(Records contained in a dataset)
---

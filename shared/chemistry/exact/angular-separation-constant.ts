/**
 * Separation constant A of the angular equation (m = 0)
 *   d/dμ[(1 − μ²)M′] + [A + p·μ + c²μ²]M = 0,  p = R(Zb − Za),  c² = −E_el·R²/2,
 * for the nodeless angular function of the chosen Legendre parity: A = −θ, θ the
 * largest eigenvalue of the operator's matrix in orthonormal Legendre functions.
 * Basis size grows with c and |p| (the expansion coefficients fall off once
 * l ≳ c); 16 + ⌈1.1c + 0.3|p|⌉ Legendre functions keep A to ~1e−13 for the
 * distances and charges of interest (checked against a basis twice as large in
 * the tests). Low-order check: A = −c²/3 − 2c⁴/135 + O(c⁶) for p = 0, even l
 * (second-order perturbation theory in c²).
 * Source: Bates, Ledsham & Stewart, Phil. Trans. R. Soc. A 246 (1953) 215;
 * Hylleraas, Z. Phys. 71 (1931) 739 (Legendre expansion of the angular function).
 */
import { angularLegendreMatrix } from './angular-legendre-matrix';
import { largestEigenvalueBanded } from './largest-eigenvalue-banded';
import type { AngularParity } from './types';

export interface AngularInput {
  /** c² = −E_el·R²/2 (> 0 for bound states) */
  c2: number;
  /** p = R(Zb − Za); must be 0 unless parity is 'all' */
  p: number;
  parity: AngularParity;
  /** number of Legendre functions (in the chosen parity); default from c and p */
  basisSize?: number;
  /** a nearby value of A (warm start) */
  guess?: number;
}

/** number of Legendre functions P_0 … P_(n−1) needed for ~1e−13 in A */
export function angularBasisSize(c2: number, p: number, parity: AngularParity): number {
  const full = 16 + Math.ceil(1.1 * Math.sqrt(Math.max(c2, 0)) + 0.3 * Math.abs(p));
  return parity === 'all' ? full : Math.ceil(full / 2);
}

export function angularSeparationConstant({ c2, p, parity, basisSize, guess }: AngularInput): number {
  if (parity !== 'all' && p !== 0) throw new RangeError('angularSeparationConstant: p ≠ 0 couples even and odd l; use parity "all"');
  const size = basisSize ?? angularBasisSize(c2, p, parity);
  const matrix = angularLegendreMatrix(c2, p, parity, size);
  return -largestEigenvalueBanded(matrix, guess === undefined ? undefined : -guess);
}
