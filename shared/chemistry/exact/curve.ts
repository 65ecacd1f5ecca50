/**
 * Exact one-electron two-centre energies on a list of distances, each point
 * warm-started from its neighbours (energy extrapolated linearly, separation
 * constant reused) and falling back to the variational bracket when the warm
 * bracket does not hold.
 * Source: as exactOneElectronEnergy (Bates, Ledsham & Stewart 1953).
 */
import { solveExactEnergy } from './one-electron-energy';
import type { ExactState } from './types';

export interface ExactCurveInput {
  za: number;
  zb: number;
  state?: ExactState;
  distancesBohr: readonly number[];
}

export interface ExactCurve {
  distanceBohr: number[];
  electronicHartree: number[];
  totalHartree: number[];
  separationConstant: number[];
}

export function exactCurve({ za, zb, state = 'sigma-g', distancesBohr }: ExactCurveInput): ExactCurve {
  const distanceBohr = [...distancesBohr];
  const n = distanceBohr.length;
  const out: ExactCurve = {
    distanceBohr,
    electronicHartree: new Array(n),
    totalHartree: new Array(n),
    separationConstant: new Array(n),
  };
  let lastMiss = Number.NaN; // |actual − predicted| at the previous point
  for (let i = 0; i < n; i++) {
    let warm: { electronicHartree: number; separationConstant: number; step?: number } | undefined;
    let predicted = Number.NaN;
    if (i >= 1) {
      const r0 = distanceBohr[i - 1];
      const e0 = out.electronicHartree[i - 1];
      const dr = distanceBohr[i] - r0;
      let slope = 0;
      if (i >= 2 && distanceBohr[i - 2] !== r0) slope = (e0 - out.electronicHartree[i - 2]) / (r0 - distanceBohr[i - 2]);
      predicted = e0 + slope * dr;
      // linear extrapolation misses by ~E''·dr²/2: scale the last miss, or the step itself when unknown
      const halfWidth = Number.isFinite(lastMiss) && i >= 3 ? 3 * lastMiss + 1e-9 : Math.abs(slope * dr) + 0.05 * Math.abs(dr);
      warm = { electronicHartree: predicted, separationConstant: out.separationConstant[i - 1], step: halfWidth };
    }
    const point = solveExactEnergy({ za, zb, distanceBohr: distanceBohr[i], state }, warm);
    out.electronicHartree[i] = point.electronicHartree;
    out.totalHartree[i] = point.totalHartree;
    out.separationConstant[i] = point.separationConstant;
    lastMiss = Number.isFinite(predicted) ? Math.abs(point.electronicHartree - predicted) : Number.NaN;
  }
  return out;
}
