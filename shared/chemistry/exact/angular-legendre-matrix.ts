/**
 * Matrix of the angular operator of the one-electron two-centre problem (m = 0),
 *   d/dμ[(1 − μ²) d/dμ] + p·μ + c²·μ²,   p = R(Zb − Za),
 * in orthonormal Legendre functions P̄_l = √((2l + 1)/2)·P_l. Its eigenvalues are −A.
 *   ⟨l| d/dμ(1 − μ²)d/dμ |l⟩ = −l(l + 1)
 *   ⟨l+1| μ |l⟩   = (l + 1)/√((2l + 1)(2l + 3))
 *   ⟨l| μ² |l⟩    = (2l² + 2l − 1)/((2l − 1)(2l + 3))
 *   ⟨l+2| μ² |l⟩  = (l + 1)(l + 2)/((2l + 3)√((2l + 1)(2l + 5)))
 * (from the recurrence (2l + 1)μP_l = (l + 1)P_{l+1} + l·P_{l−1} and ∫P_l² = 2/(2l + 1),
 * Abramowitz & Stegun 8.5.3 and 22.2.10). With p = 0 (Za = Zb) even and odd l decouple:
 * parity 'even'/'odd' keeps one of them and the matrix becomes tridiagonal in that subspace.
 * Equation: Bates, Ledsham & Stewart, Phil. Trans. R. Soc. A 246 (1953) 215.
 */
import type { AngularParity, SymmetricBanded } from './types';

export function angularLegendreMatrix(c2: number, p: number, parity: AngularParity, size: number): SymmetricBanded {
  const diagonal = new Float64Array(size);
  const upper1 = new Float64Array(Math.max(size - 1, 0));
  const upper2 = new Float64Array(Math.max(size - 2, 0));
  const step = parity === 'all' ? 1 : 2;
  const first = parity === 'odd' ? 1 : 0;
  for (let k = 0; k < size; k++) {
    const l = first + step * k;
    diagonal[k] = -l * (l + 1) + (c2 * (2 * l * l + 2 * l - 1)) / ((2 * l - 1) * (2 * l + 3));
    const muToNext = (l + 1) / Math.sqrt((2 * l + 1) * (2 * l + 3));
    const mu2ToNextButOne = ((l + 1) * (l + 2)) / ((2 * l + 3) * Math.sqrt((2 * l + 1) * (2 * l + 5)));
    if (parity === 'all') {
      if (k < size - 1) upper1[k] = p * muToNext;
      if (k < size - 2) upper2[k] = c2 * mu2ToNextButOne;
    } else if (k < size - 1) {
      upper1[k] = c2 * mu2ToNextButOne;
    }
  }
  return { diagonal, upper1, upper2 };
}
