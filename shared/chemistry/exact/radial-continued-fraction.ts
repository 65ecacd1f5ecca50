/**
 * Residual of the radial equation (m = 0)
 *   d/dλ[(λ² − 1)L′] + [−A + a·λ − c²λ²]L = 0,  a = R(Za + Zb),
 * in Jaffé's form L = (λ + 1)^σ e^(−c(λ − 1)) Σ g_n ((λ − 1)/(λ + 1))^n,
 * σ = a/(2c) − 1. The coefficients obey the three-term recurrence
 *   α_n g_(n+1) + β_n g_n + γ_n g_(n−1) = 0,
 *   α_n = (n + 1)²,
 *   β_n = −2n² + (2σ − 4c)n − A − c² + 2cσ + σ,
 *   γ_n = (n − 1 − σ)²,
 * and a bound state is the minimal solution, i.e. a zero of the continued fraction
 *   F = β_0 − α_0γ_1/(β_1 − α_1γ_2/(β_2 − …)),
 * evaluated bottom-up from `terms` levels. The tail converges like exp(−4√(2cN)),
 * so N ≈ 20 + 40/c levels reach rounding.
 * Source: Jaffé, Z. Phys. 87 (1934) 535; Bates, Ledsham & Stewart, Phil. Trans.
 * R. Soc. A 246 (1953) 215; continued-fraction form as in Leaver, J. Math. Phys.
 * 27 (1986) 1238. Recurrence coefficients re-derived symbolically for this module.
 */

export interface RadialInput {
  /** c = √(−E_el·R²/2) */
  c: number;
  /** a = R(Za + Zb) */
  a: number;
  separationConstant: number;
  /** levels of the continued fraction; default 20 + ⌈40/c⌉ */
  terms?: number;
}

export function radialContinuedFractionTerms(c: number): number {
  return Math.min(200000, 20 + Math.ceil(40 / c));
}

export function radialContinuedFraction({ c, a, separationConstant, terms }: RadialInput): number {
  const sigma = a / (2 * c) - 1;
  const base = -separationConstant - c * c + 2 * c * sigma + sigma; // β_n at n = 0
  const linear = 2 * sigma - 4 * c;
  const levels = terms ?? radialContinuedFractionTerms(c);
  let tail = 0;
  for (let n = levels; n >= 1; n--) {
    const beta = -2 * n * n + linear * n + base;
    const gamma = (n - 1 - sigma) * (n - 1 - sigma);
    tail = (n * n * gamma) / (beta - tail); // α_(n−1) = n²
  }
  return base - tail;
}
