/**
 * GET /api/v1/exercises/:exerciseId/similarity-flags → the exercise's flags,
 * highest score first. Lecturers and admins see every flag; assistants see the
 * flags that involve a student of their sections. Students: 403.
 */
import { Router } from 'express';
import type { Knex } from 'knex';
import { z } from 'zod';
import type { SimilarityFlag } from '@shared/api/reports';
import { assertCourseRole, requireUser } from '../../platform/access';
import { notFound } from '../../platform/errors';
import { validate } from '../../platform/validate';
import { flagsOfExercise, type FlagRow } from './repo';

const paramsSchema = z.object({ exerciseId: z.coerce.number().int().positive() });

function wireFlag(r: FlagRow): SimilarityFlag {
  return {
    id: r.id,
    kind: r.kind,
    score: Number(r.score),
    detail: r.detail,
    createdAt: new Date(r.created_at).toISOString(),
    report: { id: r.report_id, versionNo: r.report_version, enrolmentId: r.report_enrolment, studentNumber: r.report_number, displayName: r.report_name },
    other: { id: r.other_id, versionNo: r.other_version, enrolmentId: r.other_enrolment, studentNumber: r.other_number, displayName: r.other_name },
    reviewed: r.reviewed_at ? { by: r.reviewer_name ?? '', at: new Date(r.reviewed_at).toISOString(), note: r.review_note } : null,
  };
}

export function similarityRoutes(db: Knex): Router {
  const r = Router();
  r.get('/exercises/:exerciseId/similarity-flags', requireUser, validate({ params: paramsSchema }), async (req, res) => {
    const { exerciseId } = req.params as unknown as { exerciseId: number };
    const exercise = await db('exercises').where({ id: exerciseId }).first('id', 'course_id');
    if (!exercise) throw notFound(`Exercise ${exerciseId} does not exist.`);
    const roles = await assertCourseRole(db, req, exercise.course_id, ['lecturer', 'assistant']);
    let rows = await flagsOfExercise(db, exerciseId);
    if (!req.user!.isAdmin && !roles.has('lecturer')) {
      const sections = new Set(
        (await db('section_assistants as sa').join('sections as s', 's.id', 'sa.section_id').where({ 's.course_id': exercise.course_id, 'sa.user_id': req.user!.id }).select('s.id')).map((s) => s.id as number),
      );
      rows = rows.filter((f) => (f.report_section !== null && sections.has(f.report_section)) || (f.other_section !== null && sections.has(f.other_section)));
    }
    res.json({ flags: rows.map(wireFlag) });
  });
  return r;
}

---

Exercise directions:
List each line of the records that holds the string "throw".

Result:
  if (parity !== 'all' && p !== 0) throw new RangeError('angularSeparationConstant: p ≠ 0 couples even and odd l; use parity "all"');
    if (!exercise) throw notFound(`Exercise ${exerciseId} does not exist.`);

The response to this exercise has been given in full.